(Working data begins)

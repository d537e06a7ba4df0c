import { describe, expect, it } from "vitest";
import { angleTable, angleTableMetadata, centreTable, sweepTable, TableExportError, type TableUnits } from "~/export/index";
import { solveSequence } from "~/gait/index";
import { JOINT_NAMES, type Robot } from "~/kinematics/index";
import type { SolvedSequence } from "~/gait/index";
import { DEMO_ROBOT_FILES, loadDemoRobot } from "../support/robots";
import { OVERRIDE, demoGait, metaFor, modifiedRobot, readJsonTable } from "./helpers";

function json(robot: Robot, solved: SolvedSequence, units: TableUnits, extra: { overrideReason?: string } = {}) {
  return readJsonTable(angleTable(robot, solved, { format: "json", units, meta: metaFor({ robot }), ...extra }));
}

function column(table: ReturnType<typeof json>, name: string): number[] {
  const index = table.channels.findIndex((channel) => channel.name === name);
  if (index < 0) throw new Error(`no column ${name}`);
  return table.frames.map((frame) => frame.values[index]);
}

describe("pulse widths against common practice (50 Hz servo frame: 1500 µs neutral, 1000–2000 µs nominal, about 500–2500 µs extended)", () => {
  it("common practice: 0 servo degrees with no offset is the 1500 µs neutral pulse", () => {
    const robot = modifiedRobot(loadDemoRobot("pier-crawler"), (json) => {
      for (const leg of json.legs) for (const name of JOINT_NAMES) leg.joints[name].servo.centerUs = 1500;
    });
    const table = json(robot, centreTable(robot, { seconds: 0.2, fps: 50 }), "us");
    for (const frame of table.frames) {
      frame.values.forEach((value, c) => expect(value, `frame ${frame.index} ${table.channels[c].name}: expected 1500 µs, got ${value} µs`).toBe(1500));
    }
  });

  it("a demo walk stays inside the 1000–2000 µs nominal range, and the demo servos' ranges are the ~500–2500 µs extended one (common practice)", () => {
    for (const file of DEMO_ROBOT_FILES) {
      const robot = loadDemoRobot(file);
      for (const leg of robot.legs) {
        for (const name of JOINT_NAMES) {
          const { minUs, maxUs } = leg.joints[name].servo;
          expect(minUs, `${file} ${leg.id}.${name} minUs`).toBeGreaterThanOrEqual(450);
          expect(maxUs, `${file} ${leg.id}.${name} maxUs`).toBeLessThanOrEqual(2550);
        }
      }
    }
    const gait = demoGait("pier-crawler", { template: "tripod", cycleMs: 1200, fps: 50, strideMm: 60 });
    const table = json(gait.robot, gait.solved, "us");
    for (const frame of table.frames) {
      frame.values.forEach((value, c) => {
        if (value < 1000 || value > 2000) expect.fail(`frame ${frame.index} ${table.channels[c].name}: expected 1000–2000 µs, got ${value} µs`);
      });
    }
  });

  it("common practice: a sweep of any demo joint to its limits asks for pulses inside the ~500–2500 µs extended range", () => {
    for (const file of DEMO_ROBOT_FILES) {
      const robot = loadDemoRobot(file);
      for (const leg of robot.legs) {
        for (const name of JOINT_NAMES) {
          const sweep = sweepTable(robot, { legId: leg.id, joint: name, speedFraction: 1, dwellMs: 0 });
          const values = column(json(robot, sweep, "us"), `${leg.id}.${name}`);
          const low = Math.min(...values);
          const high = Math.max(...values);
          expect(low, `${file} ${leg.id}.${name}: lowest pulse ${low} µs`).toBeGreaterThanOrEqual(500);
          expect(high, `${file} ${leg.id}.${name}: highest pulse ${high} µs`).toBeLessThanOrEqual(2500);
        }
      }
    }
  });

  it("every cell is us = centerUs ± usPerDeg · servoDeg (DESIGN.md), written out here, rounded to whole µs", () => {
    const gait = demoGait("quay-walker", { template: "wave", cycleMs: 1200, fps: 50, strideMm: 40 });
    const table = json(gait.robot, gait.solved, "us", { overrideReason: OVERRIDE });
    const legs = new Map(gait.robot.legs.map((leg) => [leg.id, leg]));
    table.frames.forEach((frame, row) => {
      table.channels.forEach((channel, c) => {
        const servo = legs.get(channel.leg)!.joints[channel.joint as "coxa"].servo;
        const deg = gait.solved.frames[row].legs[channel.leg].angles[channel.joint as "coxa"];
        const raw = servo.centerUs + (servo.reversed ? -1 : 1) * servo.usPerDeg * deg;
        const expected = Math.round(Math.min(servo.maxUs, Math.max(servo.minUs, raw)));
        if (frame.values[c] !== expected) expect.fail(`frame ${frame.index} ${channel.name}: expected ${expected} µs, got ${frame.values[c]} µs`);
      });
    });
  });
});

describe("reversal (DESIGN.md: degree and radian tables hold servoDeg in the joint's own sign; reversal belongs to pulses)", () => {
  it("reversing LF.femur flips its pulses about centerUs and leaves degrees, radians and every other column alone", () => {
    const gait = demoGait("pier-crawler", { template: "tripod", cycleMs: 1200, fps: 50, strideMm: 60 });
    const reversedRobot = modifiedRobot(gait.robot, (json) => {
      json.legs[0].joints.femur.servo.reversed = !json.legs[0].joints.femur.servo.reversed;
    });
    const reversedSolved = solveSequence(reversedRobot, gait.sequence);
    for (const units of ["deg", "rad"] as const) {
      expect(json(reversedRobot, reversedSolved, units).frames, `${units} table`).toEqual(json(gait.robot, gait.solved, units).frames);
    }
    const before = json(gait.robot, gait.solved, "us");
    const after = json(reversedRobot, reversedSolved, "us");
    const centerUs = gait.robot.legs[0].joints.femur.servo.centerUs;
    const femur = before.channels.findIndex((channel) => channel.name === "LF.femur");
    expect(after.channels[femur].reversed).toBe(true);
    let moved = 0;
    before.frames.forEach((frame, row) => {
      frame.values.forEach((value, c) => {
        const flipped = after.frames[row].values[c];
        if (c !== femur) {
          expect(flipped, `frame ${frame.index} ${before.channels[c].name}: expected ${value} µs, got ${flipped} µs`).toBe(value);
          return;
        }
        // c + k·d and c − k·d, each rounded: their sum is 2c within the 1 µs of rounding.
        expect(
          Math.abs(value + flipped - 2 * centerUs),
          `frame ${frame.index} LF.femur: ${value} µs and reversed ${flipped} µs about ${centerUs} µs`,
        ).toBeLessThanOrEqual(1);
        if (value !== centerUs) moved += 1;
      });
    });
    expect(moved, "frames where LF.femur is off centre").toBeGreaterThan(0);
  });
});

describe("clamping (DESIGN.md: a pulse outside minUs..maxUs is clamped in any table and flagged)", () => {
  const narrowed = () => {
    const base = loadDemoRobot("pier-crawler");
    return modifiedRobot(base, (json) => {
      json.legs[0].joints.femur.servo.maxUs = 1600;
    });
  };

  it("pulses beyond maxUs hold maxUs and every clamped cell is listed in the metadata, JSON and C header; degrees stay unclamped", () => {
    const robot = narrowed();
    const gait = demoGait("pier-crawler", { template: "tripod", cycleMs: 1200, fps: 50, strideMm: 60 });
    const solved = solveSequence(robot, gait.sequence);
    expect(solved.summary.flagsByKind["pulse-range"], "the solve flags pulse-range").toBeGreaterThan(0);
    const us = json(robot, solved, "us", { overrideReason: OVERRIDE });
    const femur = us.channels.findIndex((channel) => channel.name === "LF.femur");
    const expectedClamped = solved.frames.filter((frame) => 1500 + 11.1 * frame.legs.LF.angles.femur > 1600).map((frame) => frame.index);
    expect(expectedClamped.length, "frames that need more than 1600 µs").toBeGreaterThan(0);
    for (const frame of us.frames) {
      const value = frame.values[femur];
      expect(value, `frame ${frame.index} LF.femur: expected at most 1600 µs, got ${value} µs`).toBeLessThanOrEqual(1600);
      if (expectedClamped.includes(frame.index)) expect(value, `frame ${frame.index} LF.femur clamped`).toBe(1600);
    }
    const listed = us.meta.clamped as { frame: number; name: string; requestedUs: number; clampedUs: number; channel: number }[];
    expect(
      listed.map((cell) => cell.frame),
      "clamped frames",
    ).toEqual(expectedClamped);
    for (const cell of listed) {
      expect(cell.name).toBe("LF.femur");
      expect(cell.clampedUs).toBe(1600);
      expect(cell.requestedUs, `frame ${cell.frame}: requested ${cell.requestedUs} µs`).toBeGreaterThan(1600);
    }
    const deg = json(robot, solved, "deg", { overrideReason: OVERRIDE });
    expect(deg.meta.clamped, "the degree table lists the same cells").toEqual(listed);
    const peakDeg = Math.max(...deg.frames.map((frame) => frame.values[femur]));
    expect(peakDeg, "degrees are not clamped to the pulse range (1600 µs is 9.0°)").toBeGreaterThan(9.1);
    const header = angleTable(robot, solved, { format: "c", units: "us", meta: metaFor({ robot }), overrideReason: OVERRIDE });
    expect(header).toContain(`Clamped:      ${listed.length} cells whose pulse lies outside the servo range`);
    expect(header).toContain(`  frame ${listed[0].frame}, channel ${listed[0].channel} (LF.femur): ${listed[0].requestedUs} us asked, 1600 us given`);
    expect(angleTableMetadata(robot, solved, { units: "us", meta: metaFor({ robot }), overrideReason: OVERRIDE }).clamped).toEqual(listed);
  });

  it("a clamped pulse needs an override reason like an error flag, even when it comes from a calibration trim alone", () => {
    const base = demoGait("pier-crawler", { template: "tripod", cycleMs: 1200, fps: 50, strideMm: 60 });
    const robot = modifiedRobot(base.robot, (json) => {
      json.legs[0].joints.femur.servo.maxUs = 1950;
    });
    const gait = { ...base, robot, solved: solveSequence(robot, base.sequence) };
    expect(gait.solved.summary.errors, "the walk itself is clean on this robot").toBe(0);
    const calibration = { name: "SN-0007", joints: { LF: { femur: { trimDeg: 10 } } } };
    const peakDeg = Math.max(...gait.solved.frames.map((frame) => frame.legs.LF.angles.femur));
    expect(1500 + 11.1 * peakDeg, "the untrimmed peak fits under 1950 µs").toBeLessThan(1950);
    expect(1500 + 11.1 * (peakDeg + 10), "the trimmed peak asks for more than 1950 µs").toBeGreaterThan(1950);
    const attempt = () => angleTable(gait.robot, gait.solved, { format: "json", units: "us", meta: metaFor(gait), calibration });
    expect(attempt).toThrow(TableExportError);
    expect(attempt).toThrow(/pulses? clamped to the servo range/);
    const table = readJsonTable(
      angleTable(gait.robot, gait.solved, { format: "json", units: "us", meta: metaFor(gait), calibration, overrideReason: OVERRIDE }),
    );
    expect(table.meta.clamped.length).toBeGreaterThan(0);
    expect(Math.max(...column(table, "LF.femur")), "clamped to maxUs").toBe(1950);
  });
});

(Working data ends)
(Working data begins)

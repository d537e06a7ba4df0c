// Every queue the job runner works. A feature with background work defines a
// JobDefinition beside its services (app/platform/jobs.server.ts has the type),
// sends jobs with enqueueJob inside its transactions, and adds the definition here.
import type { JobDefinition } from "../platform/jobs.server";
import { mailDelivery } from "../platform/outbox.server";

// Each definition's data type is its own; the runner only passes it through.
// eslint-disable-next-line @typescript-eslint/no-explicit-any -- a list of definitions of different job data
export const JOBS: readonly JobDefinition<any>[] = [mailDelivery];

(Working data ends)

Task to complete =>
Look through the records and give only the number of lines where the string "cells" appears.

Problem solution =>
2